Hot House (Shimon Dotan, 2006): Israel

Reviewed by Richard Feilden.  Viewed at the Santa Barbara Human Rights Festival.

Hot House, from director Shimon Dotan, offers its audience a glimpse inside the Israeli prisons which house captured members of Palestinian organizations such as Hamas and Fatah. We get interviews with men and women, prison officials, convicted killers and people running for office. Unfortunately the director wraps these compelling images within a directionless structure that left me bored.

The film focuses on the politicization of the ten thousand held in places such as Be’er Shiva Prison, offering a mix of hope and horror. Some prisoners talk of engaging the Israeli’s in dialogue when they finally emerge from their incarceration whilst others speak proudly of the horrors that they have visited on others and those that they would commit upon their release. The prisoners, now with time on their hands, talk of the opportunities that they have been presented with since their arrest, studying for degrees in areas such as political science. Where they thought only of violence towards their occupiers before, they speak of finding accord and offer the hope of peace in the future.

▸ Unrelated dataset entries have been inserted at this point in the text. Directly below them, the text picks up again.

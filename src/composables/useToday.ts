import { type InjectionKey, type Ref, inject, onScopeDispose, provide, ref, watch } from 'vue'
import type { CalendarDay } from '#shared/time/day'

const KEY: InjectionKey<Readonly<Ref<CalendarDay>>> = Symbol('today')

/** In App.vue: today in the time zone of the space, looked at again each minute and when the page comes back. */
export function provideToday(zone: Ref<string>) {
  // Swedish writes days as we do. The shared clock would bring the whole validation library into the first visit.
  const now = () => new Intl.DateTimeFormat('sv-SE', { timeZone: zone.value }).format() as CalendarDay
  const today = ref(now())
  const look = () => (today.value = now())
  const timer = setInterval(look, 60_000)
  document.addEventListener('visibilitychange', look)
  watch(zone, look)
  onScopeDispose(() => {
    clearInterval(timer)
    document.removeEventListener('visibilitychange', look)
  })
  provide(KEY, today)
  return today
}

/** Today, as the space counts days. */
export function useToday(): Readonly<Ref<CalendarDay>> {
  const today = inject(KEY)
  if (!today) throw new Error('useToday() needs provideToday() in the app')
  return today
}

Yet for every moment of hope that the film maker offers us, there is a moment of stomach churning disgust. A young man, who will hopefully be cured of his twisted views by maturity, speaks of the pride he would have in raising children. He could think of nothing finer, he reveals to his interviewer with glee, than being able to personally strap explosives to the fruit of his loins and sending them off as tiny suicide bombers. More repugnant still (if only because this man’s words might be dismissed as pathetic, immature posturing) is the ex-television presenter who speaks with pride of being able to help a man who detonated himself within a crowded restaurant to achieve his dream of becoming a martyr for his beliefs. She has no regret, she says, that three children were killed in the blast. She smiles her made-for-TV smile as she reveals this; only the subtlest of cracks in her mask forming when she is told of the much higher number of infants that she actually condemned to death. No matter what their cause, no matter how they and their people have suffered, these are monsters and they condemn themselves with their own words.

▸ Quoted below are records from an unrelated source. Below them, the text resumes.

import { LETTERS_AT_ONCE, RELAY_FAILURES, RELAY_REST_SECONDS } from '#shared/notices/retry'
import type { Deps } from '../deps.ts'
import { SendError, type Mailer } from '../mail/mailer.ts'
import {
  anyHeldUp,
  claimLetter,
  markRefused,
  markSent,
  releaseHeldUp,
  type Claimed,
} from '../services/letters.ts'

export interface LetterSender {
  /** Sends what is due; a call while one runs does nothing. */
  run: () => Promise<void>
  /** Takes no further letter and waits for those on their way. */
  stop: () => Promise<void>
  /** Milliseconds, by a clock nobody sets, at which it last did something. */
  lastActiveMs: () => number
}

/**
 * The worker behind the outbox. At least once: a crash between the relay's yes and our mark sends that one letter again, with the
 * same Message-ID. When the relay fails five times in a row it rests for a minute, then is asked without a letter.
 */
export function letterSender(
  deps: Deps,
  mailer: Mailer,
  monotonicMs: () => number = () => performance.now(),
): LetterSender {
  let running: Promise<void> | undefined
  let stopped = false
  let failures = 0
  let restingUntilMs = -Infinity
  let activeMs = monotonicMs()
  // What was held up when the last process ended may go as soon as the relay answers, so a start counts as an outage.
  let outage = anyHeldUp(deps)
  let suspect = outage

  const resting = () => monotonicMs() < restingUntilMs
  const rest = () => void (restingUntilMs = monotonicMs() + RELAY_REST_SECONDS * 1000)

  async function round() {
    activeMs = monotonicMs()
    if (resting()) return
    if (suspect && !(await relayAnswers())) return
    await Promise.all(Array.from({ length: LETTERS_AT_ONCE }, sendInTurn))
  }

  /** After an outage all that waited goes at once. A relay that answers but fails letters is left to their own waits. */
  async function relayAnswers() {
    if (!(await mailer.probe())) {
      outage = true
      rest()
      return false
    }
    if (outage) releaseHeldUp(deps)
    outage = suspect = false
    failures = 0
    return true
  }

  async function sendInTurn() {
    while (!stopped && !resting()) {
      const letter = claimLetter(deps)
      if (!letter) return
      await sendOne(letter)
    }
  }

  async function sendOne(claimed: Claimed) {
    const { id, outgoing } = claimed
    try {
      await mailer.send(outgoing)
    } catch (error) {
      if (!(error instanceof SendError)) throw error
      markRefused(deps, id, error)
      deps.log.warn(
        { letter: id, failure: error.failure, final: error.permanent, why: error.message },
        'letter not sent',
      )
      suspect ||= error.failure === 'relay'
      failures = error.failure === 'relay' ? failures + 1 : 0
      if (failures >= RELAY_FAILURES) rest()
      return
    } finally {
      activeMs = monotonicMs()
    }
    failures = 0
    markSent(deps, claimed)
  }

  return {
    run: () => (running ??= round().finally(() => void (running = undefined))),
    stop: async () => {
      stopped = true
      await running?.catch(() => undefined)
    },
    lastActiveMs: () => activeMs,
  }
}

The film also reveals the tight bonding and the organization by the incarcerated men and women, allowing them to plan and strategize in ways that were impossible outside of the prison walls. In a way, locking these men and women up has allowed their political organizations to flourish and their status as martyrs grants them influence within their organizations and the Palestinian population at large. When political candidates are arrested just before the recent election in which Hamas took control of the Palestinian government, the film asks whether these actions, along with pressure from the Israeli and US governments, actually handed Hamas the election by creating an atmosphere in which people felt compelled to vote for the people they were told not to vote for. Did America once again create the monster that plagues it?

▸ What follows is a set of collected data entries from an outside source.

import { ref, shallowRef } from 'vue'
import type { Loan } from '#shared/loans/contract'
import type { CalendarDay } from '#shared/time/day'
import { dayInWords } from '#shared/time/day-words'
import { api } from '@/api'
import { sayWhy } from './refusal.ts'
import { useConfirm } from './useConfirm.ts'
import { useToast } from './useToast.ts'

/** What a borrower can do with a loan from wherever it is shown: keep it longer, or give it up. */
export function useLoanActs(changed: () => Promise<unknown>) {
  const toast = useToast()
  const confirm = useConfirm()
  const extending = shallowRef<Loan>()
  const busy = ref(false)
  const error = ref<string>()

  function startExtending(loan: Loan) {
    error.value = undefined
    extending.value = loan
  }

  async function extend(to: CalendarDay) {
    const loan = extending.value
    if (!loan) return
    busy.value = true
    try {
      const after = await api.loans.extend({ params: { id: loan.id }, body: { to } })
      toast.say(
        after.to === to
          ? `Yours until ${dayInWords(to)}.`
          : 'Somebody waits for it, so a steward decides. You get an e-mail.',
      )
      extending.value = undefined
      await changed()
    } catch (reason) {
      error.value = sayWhy(reason)
    } finally {
      busy.value = false
    }
  }

  async function giveUp(loan: Loan) {
    const sure = await confirm({
      title: `Give up ${loan.kindName}?`,
      text: `It is free for others from ${dayInWords(loan.from)} at once.`,
      act: 'I don’t need it',
      keep: 'Keep it',
    })
    if (!sure) return
    try {
      await api.loans.cancel({ params: { id: loan.id }, body: {} })
      toast.say('Given up. Somebody else can have it.')
    } catch (reason) {
      toast.fault(sayWhy(reason))
    }
    await changed()
  }

  return { extending, busy, error, startExtending, extend, giveUp }
}
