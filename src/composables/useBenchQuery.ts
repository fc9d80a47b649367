import { computed, shallowRef, watch, type ComputedRef } from 'vue'
import { useRoute, useRouter, type LocationQuery } from 'vue-router'
import { answerTo, type Outcome } from '@/components/brewing/bench-answer'
import { PLAIN_UNITS, queryOf, typedFrom, unitsFrom, type Typed } from '@/components/brewing/bench-state'
import type { Question, Units } from '@/components/brewing/question'
import { useToday } from './useToday.ts'

const NOTHING: Outcome = { answer: undefined, errors: {}, missing: [] }
const plain = (query: LocationQuery): Record<string, string | undefined> =>
  Object.fromEntries(
    Object.entries(query).map(([key, value]) => [key, typeof value === 'string' ? value : undefined]),
  )

/** What stands in the fields of a question, kept in step with the address, so that a link shows the same elsewhere. */
export function useBenchQuery(question: ComputedRef<Question | undefined>) {
  const route = useRoute()
  const router = useRouter()
  const today = useToday()
  const typed = shallowRef<Typed>({})
  const units = shallowRef<Units>(PLAIN_UNITS)
  let written = ''

  const read = () => {
    const query = plain(route.query)
    units.value = unitsFrom(query)
    typed.value = question.value ? typedFrom(question.value, query, today.value) : {}
  }
  // Set before anything is drawn; afterwards only for addresses that did not come from here.
  read()
  watch(
    () => route.fullPath,
    (path) => {
      if (path !== written) read()
    },
    { flush: 'sync' },
  )
  watch([typed, units], () => {
    if (!question.value || route.name !== 'bench') return
    const location = { name: 'bench' as const, query: queryOf(question.value, typed.value, units.value) }
    written = router.resolve(location).fullPath
    if (written !== route.fullPath) void router.replace(location)
  })

  return {
    typed,
    units,
    today,
    outcome: computed(() =>
      question.value ? answerTo(question.value, typed.value, units.value, today.value) : NOTHING,
    ),
    reset: () => {
      if (question.value) typed.value = typedFrom(question.value, {}, today.value)
    },
  }
}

Unfortunately film has no structure. It charts the year before the election with no sense of build up, nor does it seem to reveal much new after it has revealed the effectiveness of the structures within the prisons. The tidbits that it drops regarding the arrests of the activists come few and far between, surrounded by laughing men discussing the available TV channels and women painting murals on the walls outside of their cells. The pacing is completely flat and leaves the film feeling far, far longer than its 89 minute running time. The film squanders its moments and I cannot recommend it.

Many thanks to the organizers of the 3rd Santa Barbara Human Rights Film Festival for providing passes to their event.